Hoje em dia é uma miragem e a situação também é diferente. Temos de olhar para o crescimento, não apenas em termos quantitativos, mas também qualitativos. Mas voltando às classes médias, estas foram fundamentais para sustentar a democracia que se generalizou. A Europa foi durante muito tempo um modelo e uma referência para o mundo inteiro. Estamos a ver exemplos pela Europa fora, até com expressão ao nível político, com a chamada emergência e afirmação da extrema direita que vai buscar muito do seu apoio e da sua influência a esse sentimento de não proteção por parte dessas camadas. Isso é extremamente negativo e nesta situação de aperto vamos ter de encontrar respostas para isso. Desse ponto de vista, o Orçamento é um pouco tímido, devia abranger mais e devia ser mais transversal nas medidas. É preciso entender que medidas muito pontuais, muito direcionadas correm o risco de introduzir um fator de desorientação. Sem esquecer a complicação que é, neste momento, olhar para o sistema fiscal em Portugal. Tem de haver uma política de simplificação do ponto de vista do sistema fiscal e dos incentivos que são dados para que sejam claros e transparentes. 

Mesmo assim, as previsões do Governo são mais otimistas do que as do FMI…

Eventualmente poderemos estar demasiado otimistas. Mas se olhamos para o Orçamento de 2022 também se dizia que o Governo era otimista e o que aconteceu é que acabou por superar as expectativas e a taxa de crescimento foi superior à que estava prevista. É evidente que houve uma série de fatores que não foram considerados, designadamente a recuperação do turismo e tudo o que isso traz consigo, mas foram fatores conjunturais que não se repetem necessariamente no próximo ano. 

A receita pode falhar…

Pode falhar. Há aqui uma incógnita, mas também um certo otimismo do Governo que se pode justificar à luz de introduzir confiança na sociedade. Se for o Governo a dizer ‘isto vai ser uma desgraça para o ano. Isto vai cair não sei quanto, poderia gerar dinâmicas económicas e sociais que não fossem as mais favoráveis. Temos de olhar para o Orçamento e para quem está no Governo, que tem responsabilidades porque quem está de fora não tem. Se estivessem lá outras forças políticas não penso que o Orçamento fosse muito diferente daquele que é hoje. Como disse há restrições de várias naturezas e a margem de manobra é sempre limitada em qualquer Orçamento, seja ele qual for. Agora, se me pergunta se é o ideal digo que não há orçamentos ideais. Penso que há alguma timidez, particularmente, no que diz respeito à reposição de poder de compra. Quando olhamos para aquilo que foi o dinamismo da economia portuguesa em 2022 vemos que está muito assente na procura interna. E se o contexto internacional está agravado, em que já se sabe que o comércio internacional vai ter impactos negativos temos de valorizar a procura interna e, desse ponto de vista, a reposição ou, pelo menos, tentar que não haja uma queda do poder de compra interno porque será um estímulo à própria economia. Não podemos ver apenas os rendimentos ou os salários como custos. Temos de ver os salários também como rendimento que pode ser utilizado para criar dinamismo económico. Aquilo que é um custo para uma empresa é procura para outra empresa. 

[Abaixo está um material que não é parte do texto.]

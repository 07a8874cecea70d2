import { describe, expect, it } from 'vitest';
import { sharedStructure } from '../../../src/lib/live-session/shared-structure';

const patch = () => ({
  string: { lengthM: 0.65, tensionN: 70 },
  excitation: { displacementM: [[0, 0], [0.2, 0.002], [0.65, 0]] as Array<[number, number]> },
  pickup: { positionM: 0.1, output: 'displacement' },
});

describe('sharedStructure keeps the identity of unchanged parts', () => {
  it('gives back the previous object when nothing changed', () => {
    const before = patch();
    expect(sharedStructure(before, patch())).toBe(before);
  });

  it('a moved point: a new shape and a new point, the other sections and points kept', () => {
    const before = patch();
    const next = patch();
    next.excitation.displacementM[1] = [0.21, 0.002];
    const shared = sharedStructure(before, next);
    expect(shared).not.toBe(before);
    expect(shared).toEqual(next);
    expect(shared.string).toBe(before.string);
    expect(shared.pickup).toBe(before.pickup);
    expect(shared.excitation).not.toBe(before.excitation);
    expect(shared.excitation.displacementM[0]).toBe(before.excitation.displacementM[0]);
    expect(shared.excitation.displacementM[1]).not.toBe(before.excitation.displacementM[1]);
    expect(shared.excitation.displacementM[2]).toBe(before.excitation.displacementM[2]);
  });

  it('an added key, a removed key and a longer array each count as a change', () => {
    const before = patch();
    const added = { ...patch(), render: { durationS: 2 } };
    expect(sharedStructure(before, added)).not.toBe(before);
    const { pickup: _dropped, ...removed } = patch();
    expect(sharedStructure(before as Omit<typeof before, 'pickup'>, removed)).toEqual(removed);
    expect(sharedStructure(before as Omit<typeof before, 'pickup'>, removed)).not.toBe(before);
    const longer = patch();
    longer.excitation.displacementM.push([0.7, 0]);
    expect(sharedStructure(before, longer).excitation.displacementM).toHaveLength(4);
  });

  it('no previous value gives the next one as it is', () => {
    const next = patch();
    expect(sharedStructure(null, next)).toBe(next);
  });
});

A proposta prevê um atualização dos escalões do IRS em 5,1% …

Deveríamos, não é agora a altura, repensar o número de escalões. A taxa que é aplicada em Portugal de 46/48% quando comparada com a Europa vimos que o nosso nível de rendimento é muito baixo. Estas coisas têm de ser estudadas do ponto de vista técnico para ver quais são os impactos. O problema é que o regime fiscal tem sido sucessivamente um acumular de medidas de natureza pontual. É uma manta de retalhos e deveria ser pensado sem pressões para transformar o sistema fiscal num vetor de dinamismo económico. Estamos há muitos anos com taxas medíocres de crescimento e era importante repensar como podemos introduzir uma dinâmica de crescimento da economia portuguesa. Claro que estamos dependentes da situação europeia, mas o facto de sermos uma pequena economia também pode ter vantagens que temos de saber aproveitar. 

É ter a tal ambição de crescer….

Há economias da mesma dimensão que a nossa na Europa e que têm sucesso, não há nenhuma razão para estarmos esmagados pela nossa escala. 

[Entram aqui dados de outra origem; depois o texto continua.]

/** The description as plain text: Markdown emphasis, code marks, headings, links and tables removed. */
export function plainDescription(markdown: string, max = 5000): string {
  const text = markdown
    .split('\n')
    .filter((l) => !/^\s*\|/.test(l))
    .map((l) => l.replace(/^#+\s*/, '').replace(/^\s*[-*]\s+/, ''))
    .join('\n')
    .replace(/\[([^\]]*)\]\([^)]*\)/g, '$1')
    .replace(/\*\*|__|`/g, '')
    .replace(/\n{2,}/g, '\n\n')
    .trim();
  if (text.length <= max) return text;
  const cut = text.slice(0, max - 1);
  return cut.slice(0, Math.max(cut.lastIndexOf('. ') + 1, max - 200)).trim() + '…';
}

const DOI_PATTERN = /^10\.\d{4,9}(\.\d+)?\/\S+$/;
const doiOf = (doi?: string) => (doi ? doi.replace(/^https?:\/\/(dx\.)?doi\.org\//i, '').replace(/^doi:/i, '') : undefined);

function median(values: Float64Array): number {
  const f = Float64Array.from(values).filter(Number.isFinite).sort();
  return f.length ? f[Math.floor((f.length - 1) / 2)] : NaN;
}

/** Column specs of the byte-by-byte catalogue: labels, data-centre units, explanations and precision. */
export function mrtColumns(config: ReleaseConfig, docs: ColumnDoc[], catalogue: Table): MrtColumnSpec[] {
  const params = new Map(config.parameters.map((p) => [p.name, p]));
  const stdDecimals = new Map<string, number>();
  for (const p of config.parameters) {
    const std = catalogue.columns.find((c) => c.name === `${p.name}_std`)?.values as Float64Array | undefined;
    const s = std ? median(std) : NaN;
    stdDecimals.set(p.name, s > 0 ? Math.max(0, Math.min(8, 2 - Math.floor(Math.log10(s)))) : 4);
  }
  const relationOf = new Map(config.relations.map((r) => [r.name, r]));
  return docs.map((d): MrtColumnSpec => {
    const base = { name: d.name, unit: cdsUnit(d.unit), explanation: explanation(d) };
    const stat = /^(.*)_(mean|std|p025|p16|p50|p84|p975)$/.exec(d.name);
    if (stat && params.has(stat[1])) return { ...base, decimals: stdDecimals.get(stat[1]) };
    const rel = /^(.*)_(offset|tension)$/.exec(d.name);
    if (rel && relationOf.has(rel[1])) return { ...base, decimals: rel[2] === 'tension' ? 2 : stdDecimals.get(relationOf.get(rel[1])!.y) ?? 3 };
    switch (d.name) {
      case 'ra':
      case 'dec':
        return { ...base, decimals: 'auto', maxDecimals: 8 };
      case 'redshift':
        return { ...base, decimals: 'auto', maxDecimals: 6 };
      case 'ess':
        return { ...base, decimals: 1 };
      case 'chi2':
        return { ...base, decimals: 'auto', maxDecimals: 4 };
      case 'chi2_pvalue':
        return { ...base, exponent: 2 };
      case 'p_sequence':
        return { ...base, decimals: 3 };
      case 'flags':
        return { ...base, explanation: `${d.description.split(':')[0]} (1)` };
      default:
        return { ...base, decimals: 'auto', maxDecimals: 6 };
    }
  });
}
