/** The explorer's compact catalogue files (`catalogue/data/manifest.json` and binary chunks), written at build time. */
import type { APIRoute } from 'astro';
import { explorerFile, explorerFiles } from '../../../site/explorer-data.ts';

export function getStaticPaths() {
  return explorerFiles().map((file) => ({ params: { file } }));
}

export const GET: APIRoute = ({ params }) => {
  const bytes = explorerFile(String(params.file));
  if (!bytes) return new Response('not found', { status: 404 });
  const type = String(params.file).endsWith('.json') ? 'application/json' : 'application/octet-stream';
  return new Response(bytes as unknown as BodyInit, { headers: { 'content-type': type } });
};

Muitas vezes usamos o argumento da periferia…

Somos periféricos, mas a nossa periferia também pode ser importante, não nos podemos esquecer que temos um lugar no mundo. O mundo de hoje deve-se, em grande parte, a nós. Fomos nós que iniciámos a globalização moderna com a nossa aventura marítima. Olhamos como se fossemos periféricos da Europa. Não, somos centrais e fomos centrais no mundo. O português é uma língua que existe em praticamente todas as partes do mundo. Temos relações com África, América, com Ásia e temos de ter capacidade de aproveitar o potencial que existe. 

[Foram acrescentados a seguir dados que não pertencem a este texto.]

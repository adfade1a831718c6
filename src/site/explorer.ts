/**
 * The catalogue explorer (browser only). Loads the compact catalogue files under
 * `catalogue/data/` (format: `explorer-format.ts`; written by `explorer-data.ts`): the core
 * columns first, one chunk of rows at a time, showing the first rows as soon as the first chunk
 * has arrived; other columns are fetched when they are first shown, sorted or filtered on.
 *
 * A virtualised table with sorting, id search, range filters, flag and population filters, a
 * cone search, a column chooser, CSV export of the selection, keyboard navigation between rows
 * and the whole view in the URL. Sorting keeps one permutation per column and direction (a
 * radix sort for float32 and integer columns), so a filter is one pass over it.
 * Filtering and sorting only; no statistics.
 */
import { createPlot } from './explorer-plot.ts';
import { slugOf } from '../lib/core/slug.ts';
import { angularSeparationDeg, parseAngleArcsec, parseCoordinate } from '../lib/core/sky.ts';
import { FLAG_INFO, describeFlags } from '../lib/core/flags.ts';
import { chunkFileName, decodeChunk, type ChunkValues, type ExplorerColumn, type ExplorerManifest } from './explorer-format.ts';
import { cell } from './format.ts';

type Store = Float64Array | Float32Array | Int32Array | Int16Array | Uint8Array | string[];

interface Col extends ExplorerColumn {
  numeric: boolean;
  values: Store | null;
}

interface State {
  q: string;
  sort: string;
  desc: boolean;
  flag: string;
  pop: string;
  cone: string;
  radius: string;
  ranges: Record<string, [string, string]>;
  cols: string[] | null;
  /** Columns of the linked x-y view. */
  px?: string;
  py?: string;
}

const ROW_H = 28;
const OVERSCAN = 12;
/** Browsers cap an element's height (Chromium near 3.3e7 px); beyond this the scroll is scaled. */
const MAX_SCROLL_PX = 8_000_000;
const PARALLEL_FETCHES = 3;

function el<K extends keyof HTMLElementTagNameMap>(tag: K, attrs: Record<string, string> = {}, text?: string): HTMLElementTagNameMap[K] {
  const e = document.createElement(tag);
  for (const [k, v] of Object.entries(attrs)) e.setAttribute(k, v);
  if (text !== undefined) e.textContent = text;
  return e;
}

/**
 * A cell's text. Non-integer numeric columns show every cell at the column's decimals (chosen
 * at build time from the values' uncertainties or precision, `columnDecimals`), so the column
 * aligns; without them, 5 significant digits for float32 (their stored precision is about 7)
 * and angles in degrees at 6 decimals (0.004 arcsec).
 */
function fmt(v: unknown, c?: ExplorerColumn): string {
  if (v === null || v === undefined) return '';
  if (typeof v === 'number') {
    if (!Number.isFinite(v)) return '';
    if (c?.decimals !== undefined) return cell(v, c.decimals);
    if (Number.isInteger(v)) return String(v);
    // a true minus sign, as on the rest of the site (the CSV export keeps ASCII)
    if (c?.unit === 'deg') return v.toFixed(6).replace('-', '−');
    const a = Math.abs(v);
    if (a !== 0 && (a < 1e-3 || a >= 1e6)) return v.toExponential(c?.type === 'f32' ? 3 : 4).replace(/-/g, '−');
    return String(Number(v.toPrecision(c?.type === 'f32' ? 5 : 7))).replace('-', '−');
  }
  return String(v);
}

function csvCell(s: string): string {
  return /[",\n\r]/.test(s) ? `"${s.replace(/"/g, '""')}"` : s;
}


export function readState(search: string): State {
  const p = new URLSearchParams(search);
  const ranges: Record<string, [string, string]> = {};
  for (const [k, v] of p) {
    const m = /^r\.(.+)$/.exec(k);
    if (m) {
      const [lo = '', hi = ''] = v.split('~');
      ranges[m[1]] = [lo, hi];
    }
  }
  return {
    q: p.get('q') ?? '',
    sort: p.get('sort') ?? '',
    desc: p.get('desc') === '1',
    flag: p.get('flag') ?? '',
    pop: p.get('pop') ?? '',
    cone: p.get('cone') ?? '',
    radius: p.get('radius') ?? '',
    ranges,
    cols: p.get('cols') ? (p.get('cols') as string).split(',') : null,
    px: p.get('px') ?? undefined,
    py: p.get('py') ?? undefined,
  };
}

export function stateQuery(s: State): string {
  const p = new URLSearchParams();
  if (s.q) p.set('q', s.q);
  if (s.sort) p.set('sort', s.sort);
  if (s.desc) p.set('desc', '1');
  if (s.flag) p.set('flag', s.flag);
  if (s.pop) p.set('pop', s.pop);
  if (s.cone) p.set('cone', s.cone);
  if (s.radius) p.set('radius', s.radius);
  for (const k of Object.keys(s.ranges).sort()) {
    const [lo, hi] = s.ranges[k];
    if (lo || hi) p.set(`r.${k}`, `${lo}~${hi}`);
  }
  if (s.cols) p.set('cols', s.cols.join(','));
  if (s.px) p.set('px', s.px);
  if (s.py) p.set('py', s.py);
  return p.toString();
}

/**
 * Ascending permutation of rows by uint32 keys (stable): LSD radix sort in 16-bit passes,
 * over `lo` and then, for 64-bit keys, `hi`. Ties keep catalogue order.
 */
function radixOrder(n: number, lo: Uint32Array, hi?: Uint32Array): Uint32Array {
  let a = new Uint32Array(n);
  for (let i = 0; i < n; i++) a[i] = i;
  let b = new Uint32Array(n);
  const count = new Uint32Array(65536);
  for (const keys of hi ? [lo, hi] : [lo]) {
    for (const shift of [0, 16]) {
      count.fill(0);
      for (let i = 0; i < n; i++) count[(keys[i] >>> shift) & 0xffff]++;
      let sum = 0;
      for (let k = 0; k < 65536; k++) {
        const c = count[k];
        count[k] = sum;
        sum += c;
      }
      for (let i = 0; i < n; i++) {
        const r = a[i];
        b[count[(keys[r] >>> shift) & 0xffff]++] = r;
      }
      [a, b] = [b, a];
    }
  }
  return a;
}

/** Sortable 64-bit keys (as low and high words) of a float64 column; NaN always last. */
function sortKeys64(v: Float64Array, n: number, desc: boolean): { lo: Uint32Array; hi: Uint32Array } {
  const words = new Uint32Array(v.buffer, v.byteOffset, 2 * n); // little-endian: low word first
  const lo = new Uint32Array(n);
  const hi = new Uint32Array(n);
  for (let i = 0; i < n; i++) {
    if (v[i] !== v[i]) {
      lo[i] = hi[i] = 0xffffffff;
      continue;
    }
    let l = words[2 * i];
    let h = words[2 * i + 1];
    if (h === 0x80000000 && l === 0) h = 0; // -0 sorts with +0
    if (h & 0x80000000) {
      h = ~h >>> 0;
      l = ~l >>> 0;
    } else h = (h | 0x80000000) >>> 0;
    if (desc) {
      h = ~h >>> 0;
      l = ~l >>> 0;
    }
    lo[i] = l;
    hi[i] = h;
  }
  return { lo, hi };
}

/** Sortable uint32 keys of a float32 or integer column; NaN always last. */
function sortKeys(v: Float32Array | Int32Array | Int16Array | Uint8Array, n: number, desc: boolean): Uint32Array {
  const keys = new Uint32Array(n);
  if (v instanceof Float32Array) {
    const bits = new Uint32Array(v.buffer, v.byteOffset, n);
    for (let i = 0; i < n; i++) {
      const x = v[i];
      if (x !== x) {
        keys[i] = 0xffffffff;
        continue;
      }
      const u = bits[i] === 0x80000000 ? 0 : bits[i]; // -0 sorts with +0
      let k = u & 0x80000000 ? ~u >>> 0 : (u | 0x80000000) >>> 0;
      if (desc) k = ~k >>> 0;
      keys[i] = k === 0xffffffff ? 0xfffffffe : k;
    }
  } else {
    for (let i = 0; i < n; i++) {
      let k = (v[i] ^ 0x80000000) >>> 0;
      if (desc) k = ~k >>> 0;
      keys[i] = k;
    }
  }
  return keys;
}

/** Row order of a numeric column, ascending or descending, ties in catalogue order, NaN last (exported for tests). */
export function numericOrder(v: Float64Array | Float32Array | Int32Array | Int16Array | Uint8Array, desc: boolean, n = v.length): Uint32Array {
  if (v instanceof Float64Array) {
    const k = sortKeys64(v, n, desc);
    return radixOrder(n, k.lo, k.hi);
  }
  return radixOrder(n, sortKeys(v, n, desc));
}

Isso deve-se à falta de ambição, falta de estratégia? 

Acho que é tudo. É falta de ambição e falta de estratégia, ou talvez uma certa assunção da pequena escala. Pensamos mais em sermos a periferia da Europa do que podermos ter um papel no mundo.

Sines foi usada como uma espécie de tábua de salvação…

Francamente, quando não sabemos o que fazer Sines aparece sempre como a grande solução e salvação para tudo. É interessante ver que Sines é um projeto que vem de muito detrás. Uma das coisas que também é característica da nossa democracia é que não temos grandes projetos novos para apresentar ao mundo. São projetos que vêm detrás. Uma das fraquezas da Europa é a inexistência de um sistema energético comum, também os princípios em que assentava eram profundamente errados. O princípio marginal do gás, em que o mais caro é que revelava o preço mostrou que estava errado. Tudo deveria ser repensado e, desse ponto de vista, parece que nós e os espanhóis conseguimos estar uns passos à frente. Ainda esta semana ouvi Ursula Von der Leyen a dizer que a experiência portuguesa e espanhola deveria ser utilizada como referência para aquilo que há a fazer na Europa. Agora o que é interessante ver é que é preciso ter uma crise para as pessoas refletirem sobre o que estão a fazer e como é possível na Europa não se pensar estrategicamente.

Fala-se agora nas compras coletivas de gás, seguido o exemplo, das vacinas….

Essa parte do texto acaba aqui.